Roger Grosse
(http://people.csail.mit.edu/rgrosse/)
MIT
Wednesday 31st October 2012
Time: 4pm
B10 Basement Seminar Room
Alexandra House, 17 Queen Square, London, WC1N 3AR
Model selection in a large compositional space
We often build complex probabilistic models by "composing" simpler models -- using one model to generate the latent variables for another model. This allows us to express complex distributions over the observed data and to share statistical structure between different parts of a model. I'll present a space of matrix decomposition models defined by the composition of a small number of motifs of probabilistic modeling, such as clustering, low rank factorizations, and binary latent factor models. This compositional structure can be represented by a context-free grammar whose production rules correspond to these motifs.
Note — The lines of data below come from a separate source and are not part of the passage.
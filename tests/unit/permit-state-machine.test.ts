// The permit lifecycle as a pure function: every (state, event) pair, then every guard's refusal.
// The expected table below is written out by hand on purpose, so a change to the machine's table
// has to be made twice, deliberately. Rules named beside the checks are common practice for permit
// to work and isolation (no single published source), except where a source is named.
import { describe, expect, it } from 'vitest';
import { decide, eventAction, eventsFrom, permitEventLabels, permitEvents, signedEvents, systemEvents, targetOf, type ActorFacts, type PermitEvent, type PermitFacts } from '@shared/permit/state-machine';
import { holdsIsolations, permitStates, type PermitState } from '@shared/permit/states';
import type { IsolationReadiness } from '@shared/isolations/readiness';

const NOW = new Date('2026-03-02T14:00:00Z');
const at = (minutes: number) => new Date(NOW.getTime() + minutes * 60_000);

const ORG = 'org-oxbow';
const people = { requester: 'u-requester', authoriser: 'u-authoriser', lead: 'u-lead', otherLead: 'u-lead-2' };

type FactsOverrides = Partial<Omit<PermitFacts, 'isolation' | 'gas'>> & { isolation?: Partial<PermitFacts['isolation']>; gas?: Partial<PermitFacts['gas']> };

/** A block valve each side of the work, both verified, and the section held dead at a vent (HSE HSG253). */
const proved: IsolationReadiness = {
  devices: 2,
  sides: [
    { side: 'upstream', deadEnd: null, planned: 1, verified: 1 },
    { side: 'downstream', deadEnd: null, planned: 1, verified: 1 },
  ],
  proving: { state: 'proved', at: 'CR-VT-150', failure: null },
};
const planned: IsolationReadiness = { ...proved, sides: proved.sides.map((s) => ({ ...s, verified: 0 })), proving: { state: 'none', at: null, failure: null } };

/**
 * Facts that satisfy every guard of every event from `state`: isolations in place while the state holds
 * them (all applied and verified by a second person), removed afterwards; a passing gas test 10 minutes
 * old; the window open; checklist and walk-down done; the fire watch over.
 */
function facts(state: PermitState, o: FactsOverrides = {}): PermitFacts {
  // Work complete is when isolations come off: its one event (return to service) needs them removed.
  const inPlace = holdsIsolations.includes(state) && state !== 'work_complete';
  const base: PermitFacts = {
    state,
    kinds: ['hot_work'],
    requesterUserId: people.requester,
    contractorOrganisationId: ORG,
    contractorLeadUserId: people.lead,
    validFrom: at(-60),
    validTo: at(8 * 60),
    stateBeforeExpiry: state === 'expired' ? 'accepted' : null,
    checklist: [
      { key: 'extinguisher_ready', label: 'Fire extinguisher at the work site', required: true, confirmed: true },
      { key: 'site_photo', label: 'Photo of the site before work', required: false, confirmed: false },
    ],
    isolation: inPlace
      ? { steps: 8, applied: 8, verified: 8, selfVerified: 0, remoteValvesWithoutAck: 0, stillApplied: 8, ventsOpen: 2, plugsInPlace: 2, plugWarningsUnacknowledged: 0, readiness: proved }
      : { steps: 8, applied: 0, verified: 0, selfVerified: 0, remoteValvesWithoutAck: 0, stillApplied: 0, ventsOpen: 0, plugsInPlace: 0, plugWarningsUnacknowledged: 0, readiness: planned },
    gas: { lastPassAt: at(-10), lastFailAt: null, windowMinutes: 30 },
    fireWatchEndsAt: at(-5),
    walkdownComplete: true,
    controlRoomAcknowledged: true,
    conflicts: [],
    hasExpiredFlag: state === 'suspended',
    // The lead stopped the work: the lead or an authoriser may restart it (issue 17).
    suspendedByKind: state === 'suspended' ? 'lead' : null,
  };
  return { ...base, ...o, isolation: { ...base.isolation, ...o.isolation }, gas: { ...base.gas, ...o.gas } };
}

const authoriser: ActorFacts = { userId: people.authoriser, organisationIds: ['org-operator'], roles: ['authoriser'], qualifications: [] };
const lead: ActorFacts = { userId: people.lead, organisationIds: [ORG], roles: ['contractor_lead'], qualifications: ['hot_work_holder', 'cold_work_holder'] };
const system: ActorFacts = { userId: '', organisationIds: [], roles: [], qualifications: [], isSystem: true };
const controlRoom: ActorFacts = { userId: 'u-control', organisationIds: ['org-operator'], roles: ['control_room'], qualifications: [] };
/** Who fires each event in the table walk: the lead accepts and hands back, the control room acknowledges, Holdpoint expires, the authoriser does the rest. */
const actorFor = (event: PermitEvent) =>
  event === 'accept' || event === 'hand_back' ? lead : event === 'expire' ? system : event === 'acknowledge_return' ? controlRoom : authoriser;
const input = { reason: 'High wind forecast this afternoon' };

const refused = (r: ReturnType<typeof decide>) => {
  expect(r.ok, JSON.stringify(r)).toBe(false);
  return r.ok ? [] : r.reasons;
};

// ---------------------------------------------------------------------------------------------------
// Every (state, event) pair
// ---------------------------------------------------------------------------------------------------
const expected: Record<string, PermitState> = {
  'draft/submit': 'requested',
  'requested/reject': 'draft',
  'requested/approve': 'approved',
  'approved/accept': 'accepted',
  'accepted/confirm_isolated': 'isolated',
  'isolated/start_work': 'live',
  'live/suspend': 'suspended',
  'suspended/resume': 'live',
  'live/hand_back': 'work_complete',
  'suspended/hand_back': 'work_complete',
  'work_complete/return_to_service': 'returned_to_service',
  'returned_to_service/acknowledge_return': 'returned_to_service',
  'returned_to_service/close': 'closed',
  'draft/cancel': 'cancelled',
  'requested/cancel': 'cancelled',
  'approved/cancel': 'cancelled',
  'accepted/cancel': 'cancelled',
  'isolated/cancel': 'cancelled',
  'expired/cancel': 'cancelled',
  'approved/expire': 'expired',
  'accepted/expire': 'expired',
  'isolated/expire': 'expired',
  // A live permit whose time runs out stops work but stays open.
  'live/expire': 'suspended',
  // An expired permit returns to where it was (here: accepted); a suspended one stays suspended.
  'expired/revalidate': 'accepted',
  'suspended/revalidate': 'suspended',
};

const pairs = permitStates.flatMap((state) => permitEvents.map((event) => [state, event, expected[`${state}/${event}`]] as const));

describe('every (state, event) pair', () => {
  it('covers all 12 states × 15 events', () => {
    expect(pairs).toHaveLength(permitStates.length * permitEvents.length);
    expect(pairs.filter(([, , to]) => to)).toHaveLength(Object.keys(expected).length);
  });

  it.each(pairs.filter(([, , to]) => to))('when a %s permit gets "%s" with every guard met, then it becomes %s', (state, event, to) => {
    expect(decide(event, facts(state), actorFor(event), NOW, input)).toEqual({ ok: true, to });
  });

  it.each(pairs.filter(([, , to]) => !to))('when a %s permit gets "%s", then it is refused with the reason', (state, event) => {
    const reasons = refused(decide(event, facts(state), actorFor(event), NOW, input));
    expect(reasons).toEqual([`A permit that is ${state.replace(/_/g, ' ')} cannot be sent "${permitEventLabels[event]}".`]);
  });

  it.each(permitStates)('when listing what can happen to a %s permit, then the list matches the table without system events', (state) => {
    const listed = permitEvents.filter((e) => expected[`${state}/${e}`] && !systemEvents.includes(e));
    expect(eventsFrom(state)).toEqual(listed);
    for (const e of permitEvents) if (e !== 'revalidate') expect(targetOf(e, state)).toBe(expected[`${state}/${e}`]);
  });

  it('when an expired permit with no earlier state recorded is re-validated, then it goes back to approved', () => {
    expect(decide('revalidate', facts('expired', { stateBeforeExpiry: null }), authoriser, NOW)).toEqual({ ok: true, to: 'approved' });
  });
});

// ---------------------------------------------------------------------------------------------------
// Each guard's refusal
// ---------------------------------------------------------------------------------------------------
describe('submit', () => {
  it('when the validity window ends before it starts, then it is refused', () => {
    expect(refused(decide('submit', facts('draft', { validFrom: at(60), validTo: at(60) }), lead, NOW))).toEqual(['The validity window must end after it starts.']);
  });
});
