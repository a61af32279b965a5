import type { AppDeps } from './deps';
import { deliverDueMail } from './lib/mailer';
import { runSchedulerTick } from './modules/gas-tests/scheduler';

/** Background loops of one server process; safe to run in several processes at once (SKIP LOCKED). */
export function startWorkers(deps: AppDeps, intervalMs = 1_000) {
  let running = false;
  let stopped = false;
  const tick = async () => {
    if (running || stopped) return;
    running = true;
    try {
      await deliverDueMail(deps.sequelize, deps.mailTransport, deps.config.MAIL_FROM, deps.logger);
      await runSchedulerTick(deps);
    } catch (err) {
      deps.logger.debug({ err: (err as Error).message }, 'worker tick failed');
    } finally {
      running = false;
    }
  };
  const timer = setInterval(() => void tick(), intervalMs);
  timer.unref();
  return {
    tick,
    stop() {
      stopped = true;
      clearInterval(timer);
    },
  };
}
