import type { Sequelize } from 'sequelize';
import type { Logger } from 'pino';
import type { Transporter } from 'nodemailer';
import type pg from 'pg';
import type { Config } from './config/env';
import type { Clock } from './lib/clock';
import type { ReadReplica } from './lib/read-replica';

/** Everything a module needs, built once in index.ts (or by a test) and passed down. */
export interface AppDeps {
  config: Config;
  sequelize: Sequelize;
  pgPool: pg.Pool;
  logger: Logger;
  mailTransport: Transporter | null;
  clock: Clock;
  /** The hot standby for reads that tolerate a little lag (DATABASE_REPLICA_URL); absent: every read goes to the primary. */
  replica?: ReadReplica | null;
}
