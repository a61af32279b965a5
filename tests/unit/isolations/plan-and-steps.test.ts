import { describe, expect, it } from 'vitest';
import { errorsByRow, moveRow, toPlanStep, type DraftRow } from '@client/features/isolations/lib/plan-draft';
import { planRange } from '@client/features/isolations/lib/step-rules';
import { stepActions } from '@shared/isolations/step-rules';
import { appliedAfter } from '@shared/isolations/lockout-rules';
import { applyFormSchema, toApplyInput } from '@client/features/isolations/lib/step-forms';
import type { IsolationStep } from '@shared/types/isolations';

const row = (key: string, extra: Partial<DraftRow> = {}): DraftRow => ({ key, pointId: `p-${key}`, kind: 'block_valve', label: key.toUpperCase(), position: 1, ...extra });

function step(id: string, extra: Partial<IsolationStep> = {}): IsolationStep {
  return {
    id, permitId: 'permit', seq: 1, pointId: null, label: id, position: 1, kind: 'block_valve', condition: 'closed_locked_tagged', status: 'planned', remotelyOperable: false,
    lockId: null, lockNumber: null, tagId: null, tagNumber: null, appliedBy: null, appliedByName: null, appliedAt: null, appliedEnteredLate: false, photoAttachmentId: null, remoteAckAt: null,
    remoteAckByName: null, verifiedBy: null, verifiedByName: null, verifiedAt: null, verificationMethod: null, verificationReading: null, verificationUnit: null,
    verificationNotes: null, removedByName: null, removedAt: null, removalNote: null, controlRoomAckAppliedAt: null, controlRoomAckRemovedAt: null, plugDiameterIn: null,
    plugAsBuilt: null, plugWarnings: [], plugWarningsAckAt: null, appliedSeq: null, appliedOutOfOrderReason: null, exceptionRecordedAt: null, exceptionAuthoriserId: null,
    exceptionAuthoriserName: null, removedUnderException: false, lineStopAsBuilt: null, heldBy: null, heldByName: null, handedOverAt: null, ...extra,
  };
}

describe('the plan editor', () => {
  it('when the server names steps.2.kind, then the message lands on the third row sent, even after that row moves', () => {
    const sent = [row('a'), row('b'), row('c')];
    const { rows, general } = errorsByRow(sent, [
      { path: 'steps.2.kind', message: 'CR-VT-150 is a vent, not a block valve.' },
      { path: 'steps', message: 'A plan needs at least one step.' },
      { path: 'steps.9.pointId', message: 'No such row.' },
    ]);
    expect(rows).toEqual({ c: { kind: 'CR-VT-150 is a vent, not a block valve.' } });
    expect(general).toEqual(['A plan needs at least one step.', 'No such row.']);
    expect(moveRow(sent, 'c', -1).map((r) => r.key)).toEqual(['a', 'c', 'b']);
  });

  it('when a row is at an end, then moving it past the end changes nothing', () => {
    const rows = [row('a'), row('b')];
    expect(moveRow(rows, 'a', -1)).toBe(rows);
    expect(moveRow(rows, 'b', 1)).toBe(rows);
  });

  it('when a row is a register point, then only its id and kind are sent; a temporary plug sends its label, position and diameter', () => {
    expect(toPlanStep(row('a', { plugDiameterIn: 10 }))).toEqual({ pointId: 'p-a', kind: 'block_valve' });
    expect(toPlanStep({ key: 'x', tempLabel: 'Plug west', tempPosition: 17.29, kind: 'plug', plugDiameterIn: 10.02, label: 'Plug west', position: 17.29 })).toEqual({
      tempLabel: 'Plug west', tempPosition: 17.29, kind: 'plug', plugDiameterIn: 10.02,
    });
  });
});

describe('which step actions fit', () => {
  it('when a permit is accepted, then a planned step may be applied; once applied it may be verified but not removed until hand-back', () => {
    expect(stepActions(step('a'), 'accepted')).toMatchObject({ apply: true, verify: false, remove: false });
    expect(stepActions(step('a'), 'approved').apply).toBe(false);
    const applied = step('a', { status: 'applied', appliedAt: '2026-12-02T07:00:00Z' });
    expect(stepActions(applied, 'isolated')).toMatchObject({ apply: false, verify: true, acknowledgeApplied: true, remove: false });
    expect(stepActions(applied, 'work_complete').remove).toBe(true);
  });

  it('when a remote valve is on without the control room inhibiting it, then that acknowledgement is offered, and plug warnings only while unacknowledged', () => {
    expect(stepActions(step('a', { status: 'verified', remotelyOperable: true }), 'isolated').acknowledgeRemote).toBe(true);
    expect(stepActions(step('a', { status: 'verified', remotelyOperable: true, remoteAckAt: 'x' }), 'isolated').acknowledgeRemote).toBe(false);
    const warned = step('p', { kind: 'plug', status: 'verified', plugWarnings: [{ code: 'plug_too_short', message: 'short' }] });
    expect(stepActions(warned, 'isolated').acknowledgePlugWarnings).toBe(true);
    expect(stepActions({ ...warned, plugWarningsAckAt: 'x' }, 'isolated').acknowledgePlugWarnings).toBe(false);
    expect(stepActions(step('r', { status: 'removed' }), 'work_complete')).toMatchObject({ acknowledgeRemoved: true, remove: false });
  });

  it('when later isolations are still on, then they are listed newest first (reverse order of application)', () => {
    const first = step('valve', { status: 'verified', appliedAt: '2026-12-02T07:00:00Z', appliedSeq: 1 });
    const steps = [
      first,
      step('drain', { status: 'verified', appliedAt: '2026-12-02T07:05:00Z', appliedSeq: 2 }),
      step('plug', { status: 'applied', appliedAt: '2026-12-02T07:10:00Z', appliedSeq: 3 }),
      step('vent', { status: 'removed', appliedAt: '2026-12-02T07:15:00Z', appliedSeq: 4 }),
    ];
    expect(appliedAfter(first, steps).map((s) => s.id)).toEqual(['plug', 'drain']);
    expect(appliedAfter(steps[2], steps)).toEqual([]);
  });

  it('when the plan spans 14.9 to 19.7 around a cut at 17.3, then the strip opens on that stretch with a margin', () => {
    const [lo, hi] = planRange([17.29, 17.31], [{ position: 14.9 }, { position: 19.7 }]);
    expect(lo).toBeCloseTo(14.9 - 0.72);
    expect(hi).toBeCloseTo(19.7 + 0.72);
  });
});

describe('the apply form', () => {
  it('when a block valve is applied without a lock and tag, then both are asked for; a vent needs neither', () => {
    const valve = applyFormSchema('block_valve').safeParse({ lockId: '', tagId: '', appliedAt: '2026-12-02T07:00' });
    expect(valve.success).toBe(false);
    expect(valve.error!.issues.map((i) => i.path.join('.')).sort()).toEqual(['lockId', 'tagId']);
    expect(applyFormSchema('vent').safeParse({ lockId: '', tagId: '', appliedAt: '2026-12-02T07:00' }).success).toBe(true);
  });

  it('when a plug is applied, then the as-built figures are required and sent as asBuilt', () => {
    const missing = applyFormSchema('plug').safeParse({ lockId: '', tagId: '', appliedAt: '2026-12-02T07:00', bentoniteLb: 31 });
    expect(missing.error!.issues.map((i) => i.path.join('.')).sort()).toEqual(['lengthIn', 'waterLb']);
    const v = { lockId: '', tagId: '', appliedAt: '2026-12-02T07:00', bentoniteLb: 31.5, waterLb: 31.5, lengthIn: 15.5 };
    expect(toApplyInput('plug', v, '2026-12-02T07:00:00-06:00')).toEqual({ appliedAt: '2026-12-02T07:00:00-06:00', asBuilt: { bentoniteLb: 31.5, waterLb: 31.5, lengthIn: 15.5 } });
  });
});
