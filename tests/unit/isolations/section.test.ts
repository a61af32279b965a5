import { describe, expect, it } from 'vitest';
import { pointsOutsideSection, sectionBounds } from '@shared/isolations/section';

// HSE HSG253 (common practice, not quoted): the section to be worked on is the stretch enclosed by the
// isolating devices; it is vented, drained and proved dead between them.
const range = { from: 17.29, to: 17.31 };
const plan = [
  { label: 'BV-1', kind: 'block_valve', position: 16.5 },
  { label: 'BV-0', kind: 'block_valve', position: 15.0 },
  { label: 'BV-2', kind: 'block_valve', position: 18.0 },
  { label: 'VT-IN', kind: 'vent', position: 17.0 },
  { label: 'PLUG', kind: 'plug', position: 17.29 },
];

describe('the isolated section of a plan (issue 16)', () => {
  it('issue 16 section-1 (HSE HSG253): when the plan has devices on both sides, then the section runs between the innermost one on each side', () => {
    const { upstream, downstream } = sectionBounds(plan, range);
    expect([upstream?.label, downstream?.label]).toEqual(['BV-1', 'BV-2']);
  });

  it('issue 16 section-2 (HSE HSG253): when a vent, drain or plug lies beyond an isolating device, then it is named as outside the section; points inside and devices are not', () => {
    const outside = pointsOutsideSection([...plan, { label: 'DR-OUT', kind: 'drain', position: 15.8 }, { label: 'VT-FAR', kind: 'vent', position: 18.4 }], range);
    expect(outside.map((o) => o.point.label)).toEqual(['DR-OUT', 'VT-FAR']);
    expect(outside[0].message).toBe(
      'DR-OUT (drain) lies outside the isolated section, beyond BV-1: it is on line that is still live, so it does not bleed or prove the section being worked on. Choose one between the isolations.',
    );
    expect(pointsOutsideSection(plan, range)).toEqual([]);
  });

  it('issue 16 section-3: when a side has no isolating device yet, then nothing on that side is called outside (the missing device is its own warning)', () => {
    expect(pointsOutsideSection([{ label: 'VT-1', kind: 'vent', position: 10 }, { label: 'BV-2', kind: 'block_valve', position: 18 }], range)).toEqual([]);
  });
});
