import express, { Router } from 'express';
import helmet from 'helmet';
import { pinoHttp } from 'pino-http';
import expressStaticGzip from 'express-static-gzip';
import { existsSync } from 'node:fs';
import { join, resolve, sep } from 'node:path';
import { randomUUID } from 'node:crypto';
import type { AppDeps } from './deps';
import { errorHandler, notFoundApi } from './middleware/error-handler';
import { sessionMiddleware } from './middleware/session';
import { readYourWrites } from './lib/read-replica';
import { csrfProtection } from './middleware/csrf';
import { authenticate } from './middleware/authenticate';
import { idempotency } from './middleware/idempotency';
import { storableInput } from './middleware/validate';
import { createHealthRouter } from './modules/health/health.routes';
import { createAuthRouter, type AuthLimits } from './modules/auth/auth.routes';
import { featureRouters } from './modules';
import type { DevMailbox } from './modules/dev-mail/dev-mailbox';
import { createDevMailRouter } from './modules/dev-mail/dev-mail.routes';

export interface AppOptions {
  authLimits?: AuthLimits;
  devMailbox?: DevMailbox | null;
}

/** Builds the Express app without listening, so tests can start it on port 0. */
export function createApp(deps: AppDeps, options: AppOptions = {}) {
  const app = express();
  app.disable('x-powered-by');
  app.set('trust proxy', deps.config.TRUST_PROXY.length ? deps.config.TRUST_PROXY : false);
  app.set('query parser', 'simple');

  app.use(
    helmet({
      contentSecurityPolicy: {
        directives: {
          defaultSrc: ["'self'"],
          scriptSrc: ["'self'"],
          styleSrc: ["'self'"],
          imgSrc: ["'self'", 'data:', 'blob:'],
          fontSrc: ["'self'"],
          connectSrc: ["'self'"],
          workerSrc: ["'self'"],
          manifestSrc: ["'self'"],
          objectSrc: ["'none'"],
          frameAncestors: ["'none'"],
          baseUri: ["'self'"],
          formAction: ["'self'"],
          upgradeInsecureRequests: deps.config.PUBLIC_URL.startsWith('https://') ? [] : null,
        },
      },
      strictTransportSecurity: deps.config.PUBLIC_URL.startsWith('https://'),
    }),
  );
  app.use(
    pinoHttp({
      logger: deps.logger,
      genReqId: (req) => (req.headers['x-request-id'] as string)?.slice(0, 64) || randomUUID(),
      autoLogging: { ignore: (req) => req.url?.startsWith('/api/health') === true || req.url?.startsWith('/assets/') === true },
      serializers: { req: (req) => ({ id: req.id, method: req.method, url: req.url }), res: (res) => ({ statusCode: res.statusCode }) },
    }),
  );

  const api = Router();
  // API answers hold personal and tenant data: no cache keeps them. The board (ETag, revalidated) and
  // file downloads set their own.
  api.use((_req, res, next) => {
    res.setHeader('Cache-Control', 'no-store');
    next();
  });
  api.use(express.json({ limit: '100kb', strict: true }));
  api.use(storableInput());
  api.use(createHealthRouter(deps));
  api.use(sessionMiddleware(deps));
  api.use(csrfProtection(deps.config.SESSION_SECRET));
  // After a change, this browser's reads skip the standby for a few seconds (lib/read-replica.ts).
  if (deps.replica) api.use(readYourWrites(deps.config.SESSION_SECRET));
  api.use(authenticate(deps));
  api.use(idempotency(deps));
  api.use(createAuthRouter(deps, options.authLimits));
  for (const make of featureRouters) api.use(make(deps));
  api.use(notFoundApi());
  app.use('/api', api);

  // The development mailbox shows mail with sign-in and reset links: only when switched on, never in production.
  if (options.devMailbox && deps.config.DEV_MAILBOX === 'on' && deps.config.NODE_ENV !== 'production') app.use('/dev/mail', createDevMailRouter(deps, options.devMailbox));

  const dist = resolve(deps.config.CLIENT_DIST);
  if (existsSync(join(dist, 'index.html'))) {
    // The build writes brotli and gzip files beside each text asset; they are sent as they are, by what the
    // browser accepts (Vary: Accept-Encoding). Hashed assets never change under their name; the page, the
    // service worker and the web app manifest are checked again each time, so a new version reaches the device.
    const assets = join(dist, 'assets') + sep;
    const alwaysCheck = /[\\/](index\.html|sw\.js|manifest\.webmanifest)(\.br|\.gz)?$/;
    app.use(
      expressStaticGzip(dist, {
        enableBrotli: true,
        orderPreference: ['br', 'gzip'],
        index: false,
        serveStatic: {
          index: false,
          maxAge: '1h',
          setHeaders: (res, path) => {
            if (path.startsWith(assets)) res.setHeader('Cache-Control', 'public, max-age=31536000, immutable');
            else if (alwaysCheck.test(path)) res.setHeader('Cache-Control', 'no-cache');
          },
        },
      }),
    );
    app.get('/{*splat}', (_req, res) => {
      res.setHeader('Cache-Control', 'no-cache');
      // Relative to its root: a build folder under a dot-folder (as a test's own build is) is still served.
      res.sendFile('index.html', { root: dist });
    });
  }
  app.use(errorHandler());
  return app;
}
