import type { Router } from 'express';
import type { AppDeps } from '../deps';
import { createAdminRouter } from './admin/admin.routes';

/** Every feature's router, mounted under /api after sign-in checks. Add one line per feature. */
export const featureRouters: Array<(deps: AppDeps) => Router> = [createAdminRouter];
By exploiting the structure of this grammar, we can generically and efficiently infer latent components and estimate predictive likelihood for nearly 2500 model structures using a small toolbox of reusable algorithms. Using a greedy search over this grammar, we automatically choose the decomposition structure from raw data by evaluating only a small fraction of all models. The proposed method typically finds the correct structure for synthetic data and backs off gracefully to simpler models under heavy noise. It learns sensible structures for datasets as diverse as image patches, motion capture, 20 Questions, and U.S. Senate votes, all using exactly the same code.